(Beginning of Task material)

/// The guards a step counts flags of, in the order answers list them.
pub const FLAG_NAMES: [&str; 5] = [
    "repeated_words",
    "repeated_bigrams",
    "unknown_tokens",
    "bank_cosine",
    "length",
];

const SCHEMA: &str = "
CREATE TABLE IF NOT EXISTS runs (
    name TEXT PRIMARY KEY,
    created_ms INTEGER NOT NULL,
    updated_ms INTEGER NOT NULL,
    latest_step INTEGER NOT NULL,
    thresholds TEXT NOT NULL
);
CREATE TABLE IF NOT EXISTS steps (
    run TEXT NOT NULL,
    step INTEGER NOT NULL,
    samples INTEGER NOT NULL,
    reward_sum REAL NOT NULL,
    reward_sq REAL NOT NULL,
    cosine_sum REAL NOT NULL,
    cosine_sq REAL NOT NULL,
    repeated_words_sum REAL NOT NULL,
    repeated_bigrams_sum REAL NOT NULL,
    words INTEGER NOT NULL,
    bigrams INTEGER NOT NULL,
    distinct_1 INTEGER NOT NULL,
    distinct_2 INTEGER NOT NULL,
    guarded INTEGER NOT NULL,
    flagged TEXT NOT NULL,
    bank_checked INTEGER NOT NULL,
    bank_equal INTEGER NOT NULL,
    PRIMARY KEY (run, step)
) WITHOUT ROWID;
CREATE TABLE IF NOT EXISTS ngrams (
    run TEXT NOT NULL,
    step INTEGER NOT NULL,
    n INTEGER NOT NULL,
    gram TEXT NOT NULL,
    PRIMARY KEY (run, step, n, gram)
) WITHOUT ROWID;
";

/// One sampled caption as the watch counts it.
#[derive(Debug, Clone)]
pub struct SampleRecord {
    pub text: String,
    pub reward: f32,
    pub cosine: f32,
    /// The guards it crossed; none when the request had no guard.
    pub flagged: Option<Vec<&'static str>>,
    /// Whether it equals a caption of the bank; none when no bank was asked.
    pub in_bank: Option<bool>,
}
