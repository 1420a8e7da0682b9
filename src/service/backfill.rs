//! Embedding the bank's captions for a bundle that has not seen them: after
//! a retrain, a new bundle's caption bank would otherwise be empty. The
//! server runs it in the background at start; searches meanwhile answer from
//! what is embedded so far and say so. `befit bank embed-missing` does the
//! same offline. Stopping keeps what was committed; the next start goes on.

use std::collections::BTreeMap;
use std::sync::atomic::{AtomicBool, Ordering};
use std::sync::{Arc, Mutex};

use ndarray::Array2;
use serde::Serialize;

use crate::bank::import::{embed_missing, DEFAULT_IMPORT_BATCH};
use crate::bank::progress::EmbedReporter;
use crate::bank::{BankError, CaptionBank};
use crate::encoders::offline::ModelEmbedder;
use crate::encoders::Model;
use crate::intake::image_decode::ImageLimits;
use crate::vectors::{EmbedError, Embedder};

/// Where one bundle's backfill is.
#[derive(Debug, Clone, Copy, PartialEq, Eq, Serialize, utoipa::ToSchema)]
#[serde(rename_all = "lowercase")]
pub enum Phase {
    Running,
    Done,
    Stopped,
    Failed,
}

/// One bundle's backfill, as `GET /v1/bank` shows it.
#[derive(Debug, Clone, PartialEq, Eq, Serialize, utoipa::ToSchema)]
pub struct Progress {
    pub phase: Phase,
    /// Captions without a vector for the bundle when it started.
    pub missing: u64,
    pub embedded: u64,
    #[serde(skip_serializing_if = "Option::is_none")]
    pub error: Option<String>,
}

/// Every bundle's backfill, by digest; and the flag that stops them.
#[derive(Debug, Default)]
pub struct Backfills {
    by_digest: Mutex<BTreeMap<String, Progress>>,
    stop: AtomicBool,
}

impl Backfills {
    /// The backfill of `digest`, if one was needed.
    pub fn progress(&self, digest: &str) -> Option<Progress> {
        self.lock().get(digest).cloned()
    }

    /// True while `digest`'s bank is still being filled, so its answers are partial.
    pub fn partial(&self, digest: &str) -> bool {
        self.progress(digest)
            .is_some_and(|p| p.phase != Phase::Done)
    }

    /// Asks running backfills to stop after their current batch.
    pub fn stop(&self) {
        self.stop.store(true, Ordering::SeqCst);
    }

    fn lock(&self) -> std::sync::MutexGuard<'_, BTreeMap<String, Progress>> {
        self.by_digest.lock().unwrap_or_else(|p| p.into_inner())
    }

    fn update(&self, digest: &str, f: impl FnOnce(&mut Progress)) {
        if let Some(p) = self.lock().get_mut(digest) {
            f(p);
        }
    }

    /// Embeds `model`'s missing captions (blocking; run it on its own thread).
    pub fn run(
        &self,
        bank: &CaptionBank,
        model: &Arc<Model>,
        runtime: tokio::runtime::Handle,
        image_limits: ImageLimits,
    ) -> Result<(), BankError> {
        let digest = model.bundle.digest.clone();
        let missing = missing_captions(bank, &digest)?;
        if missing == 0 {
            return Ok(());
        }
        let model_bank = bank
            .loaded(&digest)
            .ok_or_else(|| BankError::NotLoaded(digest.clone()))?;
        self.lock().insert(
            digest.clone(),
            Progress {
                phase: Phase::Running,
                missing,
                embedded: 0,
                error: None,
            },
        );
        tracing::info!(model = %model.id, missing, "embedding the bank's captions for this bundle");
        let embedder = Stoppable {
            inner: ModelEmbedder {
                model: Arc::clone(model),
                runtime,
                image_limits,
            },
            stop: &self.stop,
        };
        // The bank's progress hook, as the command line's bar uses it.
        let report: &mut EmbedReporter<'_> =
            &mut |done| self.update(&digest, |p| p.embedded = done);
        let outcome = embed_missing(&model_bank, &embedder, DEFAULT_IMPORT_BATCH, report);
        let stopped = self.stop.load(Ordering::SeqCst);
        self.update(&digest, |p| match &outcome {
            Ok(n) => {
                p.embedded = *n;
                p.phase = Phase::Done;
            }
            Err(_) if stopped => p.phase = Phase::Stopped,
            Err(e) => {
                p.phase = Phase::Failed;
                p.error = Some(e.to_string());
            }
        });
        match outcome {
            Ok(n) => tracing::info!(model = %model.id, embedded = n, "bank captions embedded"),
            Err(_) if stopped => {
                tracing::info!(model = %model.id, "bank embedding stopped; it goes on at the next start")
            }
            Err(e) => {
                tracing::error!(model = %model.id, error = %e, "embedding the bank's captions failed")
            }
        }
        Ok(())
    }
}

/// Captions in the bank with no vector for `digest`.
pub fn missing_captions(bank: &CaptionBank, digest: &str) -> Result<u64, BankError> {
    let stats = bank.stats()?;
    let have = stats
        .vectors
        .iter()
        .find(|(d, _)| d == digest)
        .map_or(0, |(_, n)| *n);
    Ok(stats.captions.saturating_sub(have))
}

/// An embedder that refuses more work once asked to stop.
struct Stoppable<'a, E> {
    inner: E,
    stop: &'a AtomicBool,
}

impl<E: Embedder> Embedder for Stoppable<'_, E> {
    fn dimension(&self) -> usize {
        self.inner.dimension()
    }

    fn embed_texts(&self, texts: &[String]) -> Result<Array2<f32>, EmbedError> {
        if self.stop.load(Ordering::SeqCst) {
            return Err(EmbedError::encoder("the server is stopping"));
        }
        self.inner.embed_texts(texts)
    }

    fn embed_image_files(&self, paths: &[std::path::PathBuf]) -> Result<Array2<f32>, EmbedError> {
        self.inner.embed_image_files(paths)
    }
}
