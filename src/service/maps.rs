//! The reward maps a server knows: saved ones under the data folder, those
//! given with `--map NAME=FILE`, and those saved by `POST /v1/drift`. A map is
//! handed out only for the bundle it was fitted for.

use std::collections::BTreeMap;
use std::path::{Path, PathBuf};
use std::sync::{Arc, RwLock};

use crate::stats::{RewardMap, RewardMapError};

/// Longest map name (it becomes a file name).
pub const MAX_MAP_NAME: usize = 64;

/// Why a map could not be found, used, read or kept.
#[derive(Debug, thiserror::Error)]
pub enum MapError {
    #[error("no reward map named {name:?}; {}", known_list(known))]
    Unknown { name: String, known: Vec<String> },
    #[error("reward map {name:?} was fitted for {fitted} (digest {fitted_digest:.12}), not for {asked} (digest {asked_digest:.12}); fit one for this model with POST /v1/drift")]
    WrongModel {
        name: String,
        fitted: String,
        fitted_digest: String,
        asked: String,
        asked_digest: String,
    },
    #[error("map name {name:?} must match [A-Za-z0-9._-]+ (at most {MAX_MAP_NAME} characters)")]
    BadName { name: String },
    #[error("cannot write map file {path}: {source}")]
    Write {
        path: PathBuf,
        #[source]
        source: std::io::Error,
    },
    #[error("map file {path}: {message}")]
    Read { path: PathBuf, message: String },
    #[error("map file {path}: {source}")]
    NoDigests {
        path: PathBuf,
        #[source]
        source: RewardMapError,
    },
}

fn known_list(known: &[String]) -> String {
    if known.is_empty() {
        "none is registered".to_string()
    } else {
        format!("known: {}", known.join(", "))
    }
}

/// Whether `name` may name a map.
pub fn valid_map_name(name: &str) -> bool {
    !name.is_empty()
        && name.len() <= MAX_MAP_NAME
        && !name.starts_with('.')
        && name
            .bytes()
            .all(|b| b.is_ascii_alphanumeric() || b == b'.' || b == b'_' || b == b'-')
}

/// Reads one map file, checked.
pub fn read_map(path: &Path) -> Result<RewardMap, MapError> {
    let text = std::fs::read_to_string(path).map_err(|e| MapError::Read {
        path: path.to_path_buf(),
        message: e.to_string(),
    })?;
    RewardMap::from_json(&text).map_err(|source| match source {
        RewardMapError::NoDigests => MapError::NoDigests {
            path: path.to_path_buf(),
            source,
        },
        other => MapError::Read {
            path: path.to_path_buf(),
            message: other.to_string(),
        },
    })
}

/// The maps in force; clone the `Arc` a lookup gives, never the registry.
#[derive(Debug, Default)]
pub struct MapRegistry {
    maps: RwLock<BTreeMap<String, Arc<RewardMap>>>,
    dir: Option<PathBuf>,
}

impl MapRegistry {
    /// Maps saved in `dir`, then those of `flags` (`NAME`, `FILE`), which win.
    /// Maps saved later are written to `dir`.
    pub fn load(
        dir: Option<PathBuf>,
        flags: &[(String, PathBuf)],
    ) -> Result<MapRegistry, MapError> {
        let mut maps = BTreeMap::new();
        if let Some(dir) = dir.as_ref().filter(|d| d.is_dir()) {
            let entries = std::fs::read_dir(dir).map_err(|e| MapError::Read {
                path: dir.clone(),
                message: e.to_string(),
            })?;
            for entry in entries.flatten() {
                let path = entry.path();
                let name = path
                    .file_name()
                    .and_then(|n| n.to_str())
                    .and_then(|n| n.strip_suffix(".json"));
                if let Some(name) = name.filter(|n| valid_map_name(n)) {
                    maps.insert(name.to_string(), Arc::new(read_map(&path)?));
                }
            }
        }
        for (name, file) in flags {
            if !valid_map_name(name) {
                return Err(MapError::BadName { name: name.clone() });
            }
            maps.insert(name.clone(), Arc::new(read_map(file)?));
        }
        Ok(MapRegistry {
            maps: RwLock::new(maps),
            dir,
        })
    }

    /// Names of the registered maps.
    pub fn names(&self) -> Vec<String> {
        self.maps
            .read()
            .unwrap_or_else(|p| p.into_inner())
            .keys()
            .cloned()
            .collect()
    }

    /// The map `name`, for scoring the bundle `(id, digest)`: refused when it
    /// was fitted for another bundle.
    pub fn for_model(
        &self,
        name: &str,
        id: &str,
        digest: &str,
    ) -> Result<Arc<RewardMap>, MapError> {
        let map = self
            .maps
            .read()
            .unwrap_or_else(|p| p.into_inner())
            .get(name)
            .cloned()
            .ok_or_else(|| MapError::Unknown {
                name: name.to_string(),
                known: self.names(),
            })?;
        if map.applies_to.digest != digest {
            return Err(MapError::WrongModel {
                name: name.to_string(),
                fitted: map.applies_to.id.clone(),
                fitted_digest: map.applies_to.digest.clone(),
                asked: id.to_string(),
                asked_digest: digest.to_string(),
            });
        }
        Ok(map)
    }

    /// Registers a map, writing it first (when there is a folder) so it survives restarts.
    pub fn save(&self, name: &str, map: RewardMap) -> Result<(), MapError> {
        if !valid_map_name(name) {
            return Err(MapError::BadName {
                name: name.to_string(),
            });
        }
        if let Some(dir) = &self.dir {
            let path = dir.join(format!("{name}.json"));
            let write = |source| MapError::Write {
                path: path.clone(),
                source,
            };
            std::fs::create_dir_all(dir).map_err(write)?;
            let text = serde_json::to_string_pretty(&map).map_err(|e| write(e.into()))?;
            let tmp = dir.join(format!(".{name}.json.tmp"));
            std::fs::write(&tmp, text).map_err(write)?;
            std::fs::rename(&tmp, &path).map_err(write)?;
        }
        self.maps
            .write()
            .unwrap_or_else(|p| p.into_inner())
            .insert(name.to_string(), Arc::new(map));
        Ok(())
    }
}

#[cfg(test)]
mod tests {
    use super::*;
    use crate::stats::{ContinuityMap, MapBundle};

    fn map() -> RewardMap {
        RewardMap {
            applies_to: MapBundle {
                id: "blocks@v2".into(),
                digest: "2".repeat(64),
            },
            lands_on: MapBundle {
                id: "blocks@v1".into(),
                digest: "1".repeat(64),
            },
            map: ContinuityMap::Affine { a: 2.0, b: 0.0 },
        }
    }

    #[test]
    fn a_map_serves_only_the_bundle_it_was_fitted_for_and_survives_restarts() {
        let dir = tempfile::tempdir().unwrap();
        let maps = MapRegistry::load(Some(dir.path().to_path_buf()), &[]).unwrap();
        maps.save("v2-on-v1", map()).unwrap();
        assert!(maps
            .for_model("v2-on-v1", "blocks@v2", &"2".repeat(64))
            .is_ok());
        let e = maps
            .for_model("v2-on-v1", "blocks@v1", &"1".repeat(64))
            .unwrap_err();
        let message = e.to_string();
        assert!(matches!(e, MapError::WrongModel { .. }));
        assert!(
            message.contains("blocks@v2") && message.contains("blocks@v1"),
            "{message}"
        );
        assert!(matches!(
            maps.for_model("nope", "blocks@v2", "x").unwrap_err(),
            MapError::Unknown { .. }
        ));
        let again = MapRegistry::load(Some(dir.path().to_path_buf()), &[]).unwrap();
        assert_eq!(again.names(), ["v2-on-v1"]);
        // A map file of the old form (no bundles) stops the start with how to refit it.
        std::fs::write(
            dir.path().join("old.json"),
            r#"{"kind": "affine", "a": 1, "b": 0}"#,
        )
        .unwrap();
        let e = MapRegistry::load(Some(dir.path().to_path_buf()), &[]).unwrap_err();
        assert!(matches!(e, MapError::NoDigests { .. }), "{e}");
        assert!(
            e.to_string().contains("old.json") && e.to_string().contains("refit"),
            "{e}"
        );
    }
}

(End of Task material)

[What you are asked to do]
Show the lines of the material that contain the word "offline".

[Task output]
//! same offline. Stopping keeps what was committed; the next start goes on.
use crate::encoders::offline::ModelEmbedder;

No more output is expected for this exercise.